─── Source records
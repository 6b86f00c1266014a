/**
 * Named points of the identified set (docs/methods.md §1.2, §1.4, §1.5, §1.6):
 * - lowNoiseFree: s_low = 0, the upper bound of b_low;
 * - highNoiseFree: s_high = 0, the lower bound of b_low;
 * - equalNoise: s_low = s_high (Deming slope with error-variance ratio 1);
 * - capmConsistent: b = CAPM beta, so the expected CAPM alpha is zero (always inside the set);
 * - returnImplied: b_low = mean excess low / mean excess market, the loading that mean returns imply
 *   if only the factor is priced; a joint check of the model when compared with the set.
 */

import { diagnose, type Diagnostic } from "./diagnostics.js";
import { normalQuantile } from "./numerics/normal.js";
import { defaultConfidence } from "./parameters.js";
import { equalNoiseLowBeta, marketMoments, structureAt, type MomentSummary } from "./identify.js";
import type { Candidate, IdentifiedBounds, Landmarks } from "./types.js";

export interface LandmarkResult {
  readonly landmarks: Landmarks;
  readonly diagnostics: readonly Diagnostic[];
}

/** The two-sided normal critical value of Fieller's condition at `confidence` (1.96 at 0.95). */
export const fiellerCriticalValue = (confidence: number = defaultConfidence): number => normalQuantile(1 - (1 - confidence) / 2);

/**
 * @param marketMeanStdErr standard error of the mean excess market return (sd / sqrt(n) for a sample,
 *   0 for population moments); the return-implied point is not reported unless |mean| exceeds
 *   `criticalValue` times it (Fieller's condition: its confidence set is then bounded, §26, §30).
 */
export function findLandmarks(
  m: MomentSummary,
  bounds: IdentifiedBounds,
  marketMeanStdErr: number,
  criticalValue: number = fiellerCriticalValue(),
): LandmarkResult {
  const market = marketMoments(m);
  const at = (b: number): Candidate => structureAt(b, m, market);
  const diagnostics: Diagnostic[] = [];
  const returnImplied = returnImpliedCandidate(m, bounds, market.mean, marketMeanStdErr, criticalValue, diagnostics);
  return {
    landmarks: {
      lowNoiseFree: structureAt(bounds.lowBeta.max, m, market, bounds.highBeta.min),
      highNoiseFree: structureAt(bounds.lowBeta.min, m, market, bounds.highBeta.max),
      equalNoise: at(clamp(equalNoiseLowBeta(m), bounds.lowBeta.min, bounds.lowBeta.max)),
      capmConsistent: at(clamp(market.lowCapmBeta, bounds.lowBeta.min, bounds.lowBeta.max)),
      returnImplied,
    },
    diagnostics,
  };
}

function returnImpliedCandidate(
  m: MomentSummary,
  bounds: IdentifiedBounds,
  lambda: number,
  lambdaStdErr: number,
  criticalValue: number,
  diagnostics: Diagnostic[],
): Candidate | null {
  if (marketMeanNearZero(lambda, lambdaStdErr, criticalValue)) {
    const tStat = lambdaStdErr > 0 ? lambda / lambdaStdErr : 0;
    diagnostics.push(diagnose({ code: "market-mean-near-zero", marketMean: lambda, tStat, criticalValue }));
    return null;
  }
  const lowBeta = m.lowMean / lambda;
  const { min, max } = bounds.lowBeta;
  // A point estimate outside the set is no evidence by itself: the pricing test (src/core/pricing) decides.
  if (lowBeta < min || lowBeta > max) {
    diagnostics.push(diagnose({ code: "return-implied-outside-not-significant", lowBeta, min, max, pValue: null, confidence: null }));
  }
  if (!structureExists(lowBeta, m.weight)) return null;
  return structureAt(lowBeta, m);
}

/**
 * The mean excess market return lambda is 0 or within `criticalValue` standard errors of 0, so that
 * Fieller's set for the ratio of means is unbounded: no ratio is reported.
 */
export function marketMeanNearZero(lambda: number, lambdaStdErr: number, criticalValue: number = fiellerCriticalValue()): boolean {
  return lambda === 0 || Math.abs(lambda) <= criticalValue * lambdaStdErr;
}

/** Both structural betas are positive (0 < b_low < 1/w), so a structure exists at b_low. */
export function structureExists(lowBeta: number, weight: number): boolean {
  return lowBeta > 0 && lowBeta < 1 / weight;
}

/**
 * The return-implied low beta mean excess low / lambda by the rules of findLandmarks, as a number:
 * null when lambda is near zero or no structure exists there (for rolling windows and bootstrap
 * replicates, which keep numbers rather than candidates and diagnostics).
 */
export function returnImpliedLowBeta(
  lowMean: number,
  lambda: number,
  lambdaStdErr: number,
  weight: number,
  criticalValue: number = fiellerCriticalValue(),
): number | null {
  if (marketMeanNearZero(lambda, lambdaStdErr, criticalValue)) return null;
  const lowBeta = lowMean / lambda;
  return structureExists(lowBeta, weight) ? lowBeta : null;
}

/** Rounding can put a point computed in closed form a hair outside [min, max]; keep it on the set. */
function clamp(x: number, min: number, max: number): number {
  return Math.min(Math.max(x, min), max);
}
──────
__Requirement__. Repeat exactly the lines of the data from the first one through the line with "mean returns imply", both of them included.

__Answer for the task__.
repository 6b86f00c1266014a
/**
 * Named points of the identified set (docs/methods.md §1.2, §1.4, §1.5, §1.6):
 * - lowNoiseFree: s_low = 0, the upper bound of b_low;
 * - highNoiseFree: s_high = 0, the lower bound of b_low;
 * - equalNoise: s_low = s_high (Deming slope with error-variance ratio 1);
 * - capmConsistent: b = CAPM beta, so the expected CAPM alpha is zero (always inside the set);
 * - returnImplied: b_low = mean excess low / mean excess market, the loading that mean returns imply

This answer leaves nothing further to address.